Our approach has several limitations. First, it can happen that a small fraction of inquiries associated to a given topic are actually extraneous to it, especially for semantically broad topics. This is because - due to the noise present in this real-world dataset - the soft clustering HDBSCAN algorithm must be applied with a low probability threshold for cluster assignment to avoid the majority of inquiries being considered as outliers (see Supplementary Material). Second, even though the topic names are generally quite informative, a medical expert needs to read the actual inquiries to fully grasp the topic meaning, especially if a decision will be made on the grounds of the discovered topics. This is however not burdensome because inspection is limited to the inquiries associated to a given topic (and not all inquiries). Last, some discovered topics are judged by medical experts based on their expert knowledge - so similar that they could have been merged in a single topic, but are considered distinct by the algorithm. In these cases, manual topic grouping might be required to determine the top topics by inquiry volumes. Still, these similar topics very often appear close to each other in the topic map.
Despite these limitations, this study demonstrates that medical inquiries contain useful information, and that machine learning can extract this information in an automatic way, discovering topics that are judged by medical information specialists as meaningful and valuable. The hope is that this will stimulate mining of medical inquiries, and more generally the use of natural language processing and unsupervised learning in the medical industry. Interesting future directions are the inclusion of a priori expert knowledge (e.g. a list of expected topics) while at the same time maintaining the ability to discover new and previously unknown topics, and grouping topics in meta-topics though a clustering hierarchy.
Data Availability Statement
The datasets presented in this article are not readily available because the data is proprietary to Bayer AG. Requests to access the datasets should be directed to angelo.ziletti@bayer.com.
Author Contributions
AZ. led and thereby ideated and implemented the topic discovery algorithm, and is the main author the manuscript. MS, CB, DR. provided valuable suggestions on the topic discovery algorithm. CB, OT, and TW. designed and implemented the software architecture and data engineering pipeline for the algorithm deployment. TW, JV, JL, SK, XM, AM, DR, and MS. provided the in-house resources for the study, supervised the overall project, and provided domain knowledge expertise. All authors revised and commented on the manuscript.
Funding
Funding for the study was provided by Bayer AG.
Conflict of Interest
Financial support for the research was provided by Bayer AG. AZ, OT, TW, JL, SK, MS, JV, DR, and AM work for Bayer AG. CB works for Areto Consulting Gmbh. The authors report a patent application on Topic Modelling of Short Medical Inquiries submitted on April 21st, 2020 (application number EP20170513.4).

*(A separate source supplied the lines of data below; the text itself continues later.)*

def _unit_factor(name, dimension, unit, collector, notes) -> float | None:
    import astropy.units as u

    try:
        parsed = u.Unit(unit, parse_strict="raise")
    except Exception:  # astropy raises ValueError or TypeError subclasses for unparseable units
        collector.add(f"got unit {unit!r}, which is not a unit; valid: {_VALID_UNITS[dimension]}",
                      column=name)
        return None
    target = u.Unit(_INTERNAL_UNIT[dimension]) if _INTERNAL_UNIT[dimension] else u.one
    if not parsed.is_equivalent(target):
        collector.add(f"got unit {unit!r} ({parsed.physical_type}), not a "
                      f"{_PHYSICAL_NAME[dimension]} unit; valid: {_VALID_UNITS[dimension]}",
                      column=name)
        return None
    factor = float(parsed.to(target))
    if factor != 1.0:
        shown = _INTERNAL_UNIT[dimension] or "dimensionless"
        notes.append(f"{name}: {unit} -> {shown} (x{factor:.10g})")
    return factor


# ----------------------------------------------------------------------------- cells


def _canonical_word(text: str) -> str:
    return re.sub(r"[\s\-]+", "_", text.strip()).lower()


def _to_float(value) -> float | None:
    if isinstance(value, bool):
        return None
    if isinstance(value, (int, float)):
        return float(value)
    try:
        return float(str(value).strip())
    except ValueError:
        return None


class _Cells:
    """Typed access to one data row; problems go to the collector, converted values to ``out``.

    While ``strict`` is False (a row with ``include = false``) only problems of the
    record/body ids and the include flag are reported.
    """

    def __init__(self, raw_row, index, columns, collector):
        self.raw, self.index, self.columns, self.collector = raw_row, index, columns, collector
        self.strict = True
        self.out: dict[str, object] = {}

    def usable(self, name) -> bool:
        """The column exists and its unit is valid (otherwise it was reported already)."""
        column = self.columns.get(name)
        return column is not None and column.factor is not None

    def get(self, name):
        return self.raw[self.columns[name].position] if self.usable(name) else None

    def bad(self, name, got, valid, *, always=False):
        """Report ``valid`` for this cell; ``got`` None for a blank cell."""
        if self.strict or always:
            message = valid if got is None else f"got {got!r}; {valid}"
            self.collector.add(message, row=self.index, column=name)

    def text(self, name, *, required=False, always=False) -> str:
        value = self.get(name)
        text = "" if value is None else str(value).strip()
        if required and not text and self.usable(name):
            self.bad(name, None, "is blank; a value is required", always=always)
        self.out[name] = text
        return text

    def choice(self, name, valid, *, required=False) -> str:
        text = self.text(name, required=required)
        if not text:
            return ""
        lookup = {_canonical_word(v): v for v in valid}
        canonical = lookup.get(_canonical_word(text))
        if canonical is None:
            self.bad(name, text, "valid (any case): " + ", ".join(valid))
            return ""
        self.out[name] = canonical
        return canonical

    def flag(self, name) -> bool:
        value = self.get(name)
        if value is None:
            self.out[name] = True
            return True
        word = str(value).strip().lower()
        if isinstance(value, float) and value in (0.0, 1.0):
            word = str(int(value))
        if word in _TRUE or word in _FALSE:
            self.out[name] = word in _TRUE
            return word in _TRUE
        self.bad(name, str(value), "valid: true/false, yes/no, 1/0", always=True)
        self.out[name] = True
        return True

    def number(self, name, *, required=False, low=None, low_open=False, high=None) -> float | None:
        """Value in internal units; None when blank, NaN when invalid (reported)."""
        value = self.get(name)
        self.out[name] = math.nan
        if name in self.columns and not self.usable(name):
            # The column's unit was rejected: a filled cell is unusable, not blank, so no
            # follow-on problems ("age_err given without age") are reported for it.
            return None if self.raw[self.columns[name].position] is None else math.nan
        if value is None:
            if required and self.usable(name):
                self.bad(name, None, "is blank; a number is required")
            return None
        x = _to_float(value)
        if x is None or not math.isfinite(x):
            self.bad(name, value, "must be a finite number" + _range_text(low, low_open, high))
            return math.nan
        if not _in_range(x, low, low_open, high):
            self.bad(name, value, "must be" + _range_text(low, low_open, high))
            return math.nan
        x *= self.columns[name].factor
        self.out[name] = x
        return x


def _in_range(x, low, low_open, high) -> bool:
    if low is not None and (x < low or (low_open and x == low)):
        return False
    return high is None or x <= high


def _range_text(low, low_open, high) -> str:
    if low is None and high is None:
        return ""
    if high is None:
        return " > 0" if (low == 0 and low_open) else f" >= {low:g}"
    left = "(" if low_open else "["
    return f" in {left}{low:g}, {high:g}]"


# ----------------------------------------------------------------------------- rows


@dataclass
class _Row:
    """One data row after validation (values in internal units)."""

    index: int
    record: str
    body: str
    include: bool
    note: str
    reservoir: str = ""
    kind: str = ""
    ln_value: float = math.nan
    ln_err: float = math.nan
    age: tuple[str, float, float] = ("default", math.nan, math.nan)
    method: str = ""
    remanence: str = ""
    spin: float = 1.0
    ln_fraction: tuple[float, float] = (0.0, 0.0)
    distance: tuple[float, float] | None = None
    values: dict = field(default_factory=dict)


def _parse_row(cells: _Cells, reservoirs) -> _Row:
    record = cells.text("record", required=True, always=True)
    if record:
        cells.collector.records[cells.index] = record
    body = cells.text("body", required=True, always=True)
    include = cells.flag("include")
    cells.strict = include  # excluded rows: only ids and the flag must be valid
    row = _Row(cells.index, record, body, include, cells.text("note"))
    cells.text("reference")
    row.reservoir = cells.choice("reservoir", reservoirs, required=True)
    row.kind = cells.choice("kind", KINDS, required=True)
    value = cells.number("paleointensity", required=True, low=0, low_open=True)
    row.ln_err = _log_error(cells, row.kind, value)
    row.age = _age(cells)
    row.method = cells.choice("method", METHODS)
    row.remanence = cells.choice("remanence", REMANENCES)
    spin = cells.number("spin_factor_applied", low=0, low_open=True)
    row.spin = 1.0 if spin is None or math.isnan(spin) else spin
    if value is not None and value > 0:
        row.ln_value = math.log(value / row.spin)
    row.ln_fraction = _recording_fraction(cells)
    row.distance = _distance(cells)
    row.values = cells.out
    return row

The authors declare that this study received funding from Bayer AG. The funder was involved in the study design, model development, data analysis, and the writing of this article.
Publisher’s Note
All claims expressed in this article are solely those of the authors and do not necessarily represent those of their affiliated organizations, or those of the publisher, the editors and the reviewers. Any product that may be evaluated in this article, or claim that may be made by its manufacturer, is not guaranteed or endorsed by the publisher.
Acknowledgments
AZ. thanks Robin Williams and Nikki Hayward from Bayer™ Medical Information for providing expert insightful and in-depth feedback on the results of topic discovery.
Supplementary Material
The Supplementary Material for this article can be found online at: https://www.frontiersin.org/articles/10.3389/fcomp.2021.672867/full#supplementary-material
References
Abdellaoui, R., Foulquié, P., Texier, N., Faviez, C., Burgun, A., and Schück, S. (2018). Detection of Cases of Noncompliance to Drug Treatment in Patient Forum Posts: Topic Model Approach. J. Med. Internet Res. 20, e85. doi:10.2196/jmir.9222
Aletras, N., and Stevenson, M. (2013). Evaluating Topic Coherence Using Distributional Semantics.,” in IWCS. Editors K. Erk, and A. Koller. (The Association for Computer Linguistics), 13–22.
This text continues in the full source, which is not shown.